[Opening Given information section]
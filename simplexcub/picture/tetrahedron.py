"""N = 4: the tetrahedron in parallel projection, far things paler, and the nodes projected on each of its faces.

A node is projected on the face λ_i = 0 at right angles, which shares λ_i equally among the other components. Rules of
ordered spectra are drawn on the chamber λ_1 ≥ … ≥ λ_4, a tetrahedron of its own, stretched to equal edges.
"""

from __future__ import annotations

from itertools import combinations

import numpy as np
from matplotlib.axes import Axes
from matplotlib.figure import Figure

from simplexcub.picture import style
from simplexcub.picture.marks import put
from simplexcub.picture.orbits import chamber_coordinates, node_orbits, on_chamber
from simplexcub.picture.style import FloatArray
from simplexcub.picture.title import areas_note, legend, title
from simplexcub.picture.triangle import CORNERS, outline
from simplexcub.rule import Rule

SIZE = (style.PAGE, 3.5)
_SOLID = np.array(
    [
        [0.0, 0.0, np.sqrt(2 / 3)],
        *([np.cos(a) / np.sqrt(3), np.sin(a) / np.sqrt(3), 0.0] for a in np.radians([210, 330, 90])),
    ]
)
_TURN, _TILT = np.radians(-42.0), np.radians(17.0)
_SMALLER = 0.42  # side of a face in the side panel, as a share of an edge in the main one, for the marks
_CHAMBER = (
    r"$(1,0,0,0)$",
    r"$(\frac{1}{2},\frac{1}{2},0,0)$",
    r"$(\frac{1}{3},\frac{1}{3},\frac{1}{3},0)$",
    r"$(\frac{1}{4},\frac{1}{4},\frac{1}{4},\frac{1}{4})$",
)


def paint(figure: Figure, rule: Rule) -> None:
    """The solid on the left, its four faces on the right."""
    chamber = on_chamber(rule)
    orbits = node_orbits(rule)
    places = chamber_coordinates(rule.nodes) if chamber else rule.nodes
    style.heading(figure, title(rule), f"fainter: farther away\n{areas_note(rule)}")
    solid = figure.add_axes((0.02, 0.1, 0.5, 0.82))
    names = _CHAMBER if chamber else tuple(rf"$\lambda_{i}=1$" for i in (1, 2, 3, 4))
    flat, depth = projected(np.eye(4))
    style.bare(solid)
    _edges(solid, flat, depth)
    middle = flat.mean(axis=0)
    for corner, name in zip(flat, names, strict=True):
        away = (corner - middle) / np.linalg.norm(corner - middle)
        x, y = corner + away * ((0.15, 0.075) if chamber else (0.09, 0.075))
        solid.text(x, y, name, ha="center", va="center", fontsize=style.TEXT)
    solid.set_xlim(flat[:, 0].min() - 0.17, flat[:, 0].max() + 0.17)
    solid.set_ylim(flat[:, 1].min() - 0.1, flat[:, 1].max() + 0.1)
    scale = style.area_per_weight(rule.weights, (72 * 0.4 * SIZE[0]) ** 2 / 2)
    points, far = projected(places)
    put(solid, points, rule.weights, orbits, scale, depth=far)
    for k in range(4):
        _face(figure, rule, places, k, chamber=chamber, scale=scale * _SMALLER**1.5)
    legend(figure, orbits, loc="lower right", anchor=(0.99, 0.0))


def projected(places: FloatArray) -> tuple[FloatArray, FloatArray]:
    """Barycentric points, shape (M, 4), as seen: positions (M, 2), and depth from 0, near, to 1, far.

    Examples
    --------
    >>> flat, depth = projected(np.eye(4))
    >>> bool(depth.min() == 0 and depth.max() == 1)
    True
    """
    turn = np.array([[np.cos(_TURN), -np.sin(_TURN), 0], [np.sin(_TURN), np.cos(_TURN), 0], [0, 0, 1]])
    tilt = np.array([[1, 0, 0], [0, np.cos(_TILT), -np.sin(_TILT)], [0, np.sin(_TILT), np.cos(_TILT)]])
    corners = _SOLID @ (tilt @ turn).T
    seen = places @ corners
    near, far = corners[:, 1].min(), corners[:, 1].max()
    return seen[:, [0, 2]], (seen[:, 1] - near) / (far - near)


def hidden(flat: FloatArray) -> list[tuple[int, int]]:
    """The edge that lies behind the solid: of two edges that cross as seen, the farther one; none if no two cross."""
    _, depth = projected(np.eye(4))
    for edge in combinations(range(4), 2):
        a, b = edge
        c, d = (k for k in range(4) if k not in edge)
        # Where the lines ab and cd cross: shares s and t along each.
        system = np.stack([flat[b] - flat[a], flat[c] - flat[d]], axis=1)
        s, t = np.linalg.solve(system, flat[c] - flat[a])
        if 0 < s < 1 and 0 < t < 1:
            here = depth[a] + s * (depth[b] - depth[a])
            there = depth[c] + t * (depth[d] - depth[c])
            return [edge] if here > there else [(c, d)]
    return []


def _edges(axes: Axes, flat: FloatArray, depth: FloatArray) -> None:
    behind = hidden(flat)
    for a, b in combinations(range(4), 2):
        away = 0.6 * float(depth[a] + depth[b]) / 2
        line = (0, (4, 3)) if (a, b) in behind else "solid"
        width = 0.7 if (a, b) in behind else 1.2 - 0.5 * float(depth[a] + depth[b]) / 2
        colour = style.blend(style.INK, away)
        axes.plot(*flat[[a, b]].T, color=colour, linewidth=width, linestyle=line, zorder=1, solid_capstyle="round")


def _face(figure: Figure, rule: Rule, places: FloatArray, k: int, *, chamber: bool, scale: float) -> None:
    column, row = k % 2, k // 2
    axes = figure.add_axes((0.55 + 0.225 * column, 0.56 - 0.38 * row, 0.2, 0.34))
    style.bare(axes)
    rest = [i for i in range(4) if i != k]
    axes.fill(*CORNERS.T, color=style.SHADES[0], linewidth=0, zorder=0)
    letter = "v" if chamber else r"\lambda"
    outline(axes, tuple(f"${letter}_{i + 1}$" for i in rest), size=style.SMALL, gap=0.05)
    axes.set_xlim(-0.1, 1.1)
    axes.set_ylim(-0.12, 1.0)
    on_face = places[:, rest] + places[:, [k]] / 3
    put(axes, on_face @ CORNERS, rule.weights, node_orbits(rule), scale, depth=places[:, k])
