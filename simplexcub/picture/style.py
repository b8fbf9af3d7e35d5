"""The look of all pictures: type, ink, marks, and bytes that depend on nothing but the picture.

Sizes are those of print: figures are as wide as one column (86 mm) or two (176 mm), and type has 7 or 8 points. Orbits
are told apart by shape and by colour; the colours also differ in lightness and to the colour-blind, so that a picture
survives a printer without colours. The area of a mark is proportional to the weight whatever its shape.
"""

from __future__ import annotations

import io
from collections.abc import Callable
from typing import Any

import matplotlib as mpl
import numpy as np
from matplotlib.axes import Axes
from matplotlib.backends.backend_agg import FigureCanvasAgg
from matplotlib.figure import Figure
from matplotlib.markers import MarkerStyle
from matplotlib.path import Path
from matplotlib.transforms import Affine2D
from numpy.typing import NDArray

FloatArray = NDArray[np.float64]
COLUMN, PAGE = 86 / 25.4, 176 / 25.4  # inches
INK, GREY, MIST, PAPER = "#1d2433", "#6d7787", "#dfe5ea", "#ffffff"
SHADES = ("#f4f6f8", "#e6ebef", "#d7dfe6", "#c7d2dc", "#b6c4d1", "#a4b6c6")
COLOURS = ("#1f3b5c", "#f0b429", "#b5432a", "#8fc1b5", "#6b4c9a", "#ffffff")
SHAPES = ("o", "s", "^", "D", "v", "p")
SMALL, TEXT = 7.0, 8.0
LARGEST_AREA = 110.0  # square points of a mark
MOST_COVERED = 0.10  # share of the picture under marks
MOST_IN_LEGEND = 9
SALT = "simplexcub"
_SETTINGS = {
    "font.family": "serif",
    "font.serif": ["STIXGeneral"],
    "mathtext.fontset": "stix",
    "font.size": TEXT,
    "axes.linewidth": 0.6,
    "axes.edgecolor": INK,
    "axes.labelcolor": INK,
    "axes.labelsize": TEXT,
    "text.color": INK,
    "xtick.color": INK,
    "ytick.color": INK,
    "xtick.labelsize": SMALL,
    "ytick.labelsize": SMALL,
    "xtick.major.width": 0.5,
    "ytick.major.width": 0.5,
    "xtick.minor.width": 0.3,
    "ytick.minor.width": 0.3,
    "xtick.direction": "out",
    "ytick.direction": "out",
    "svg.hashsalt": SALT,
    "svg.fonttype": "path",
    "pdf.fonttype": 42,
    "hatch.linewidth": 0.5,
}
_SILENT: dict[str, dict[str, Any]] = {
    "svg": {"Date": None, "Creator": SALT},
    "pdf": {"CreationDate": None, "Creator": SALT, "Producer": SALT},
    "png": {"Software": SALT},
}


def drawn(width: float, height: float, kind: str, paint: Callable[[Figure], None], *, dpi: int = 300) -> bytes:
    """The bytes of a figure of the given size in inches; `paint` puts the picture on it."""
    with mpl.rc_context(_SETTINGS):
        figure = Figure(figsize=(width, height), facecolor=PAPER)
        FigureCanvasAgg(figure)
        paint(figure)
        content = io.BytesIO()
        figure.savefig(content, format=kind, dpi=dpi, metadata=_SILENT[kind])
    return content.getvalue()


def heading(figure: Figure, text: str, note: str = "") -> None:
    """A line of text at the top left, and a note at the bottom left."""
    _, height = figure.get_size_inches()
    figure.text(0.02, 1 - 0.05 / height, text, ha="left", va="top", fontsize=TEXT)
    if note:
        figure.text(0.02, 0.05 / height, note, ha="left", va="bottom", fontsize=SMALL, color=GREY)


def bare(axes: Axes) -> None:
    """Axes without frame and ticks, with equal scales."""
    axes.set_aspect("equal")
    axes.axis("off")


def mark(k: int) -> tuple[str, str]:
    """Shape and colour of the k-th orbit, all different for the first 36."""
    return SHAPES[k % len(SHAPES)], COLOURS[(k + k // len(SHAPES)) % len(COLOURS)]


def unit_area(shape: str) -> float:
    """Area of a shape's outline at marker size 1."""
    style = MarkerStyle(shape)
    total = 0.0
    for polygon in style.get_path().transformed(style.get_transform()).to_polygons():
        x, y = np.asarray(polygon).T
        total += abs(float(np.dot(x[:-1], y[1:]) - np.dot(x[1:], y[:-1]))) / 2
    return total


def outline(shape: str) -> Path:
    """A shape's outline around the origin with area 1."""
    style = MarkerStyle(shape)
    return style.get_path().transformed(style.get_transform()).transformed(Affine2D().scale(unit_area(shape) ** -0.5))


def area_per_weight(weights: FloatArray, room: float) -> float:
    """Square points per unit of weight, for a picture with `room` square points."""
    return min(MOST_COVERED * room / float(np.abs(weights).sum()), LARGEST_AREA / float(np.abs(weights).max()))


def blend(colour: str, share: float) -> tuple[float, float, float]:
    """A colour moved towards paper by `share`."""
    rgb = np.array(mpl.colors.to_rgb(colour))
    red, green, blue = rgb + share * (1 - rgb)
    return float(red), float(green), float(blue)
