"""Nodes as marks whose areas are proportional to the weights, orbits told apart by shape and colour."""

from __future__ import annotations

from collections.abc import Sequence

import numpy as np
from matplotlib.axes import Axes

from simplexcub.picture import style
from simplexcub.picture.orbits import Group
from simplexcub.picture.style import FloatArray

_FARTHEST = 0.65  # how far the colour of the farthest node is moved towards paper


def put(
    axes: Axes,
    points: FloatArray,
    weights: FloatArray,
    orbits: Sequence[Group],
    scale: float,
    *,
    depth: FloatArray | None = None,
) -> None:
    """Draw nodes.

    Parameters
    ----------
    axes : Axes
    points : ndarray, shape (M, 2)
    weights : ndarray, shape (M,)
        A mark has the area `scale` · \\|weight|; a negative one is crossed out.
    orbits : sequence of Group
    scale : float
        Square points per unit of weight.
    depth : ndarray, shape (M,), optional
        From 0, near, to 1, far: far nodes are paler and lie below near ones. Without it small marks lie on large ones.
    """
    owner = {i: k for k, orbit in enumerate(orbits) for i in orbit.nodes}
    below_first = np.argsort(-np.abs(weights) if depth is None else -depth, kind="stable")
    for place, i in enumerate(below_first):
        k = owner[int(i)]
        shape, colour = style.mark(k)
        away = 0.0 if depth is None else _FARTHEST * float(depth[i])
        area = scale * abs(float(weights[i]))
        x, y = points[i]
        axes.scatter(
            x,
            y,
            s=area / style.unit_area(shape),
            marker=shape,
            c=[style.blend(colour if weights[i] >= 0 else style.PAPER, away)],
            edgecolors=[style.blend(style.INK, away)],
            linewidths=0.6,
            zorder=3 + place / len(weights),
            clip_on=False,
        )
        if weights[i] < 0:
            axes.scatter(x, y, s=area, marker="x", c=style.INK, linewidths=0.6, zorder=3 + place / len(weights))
[Closing Given information section]
Look at the records above. Copy every line where the string "letter" occurs.

◆ Written answer:
    letter = "v" if chamber else r"\lambda"
    outline(axes, tuple(f"${letter}_{i + 1}$" for i in rest), size=style.SMALL, gap=0.05)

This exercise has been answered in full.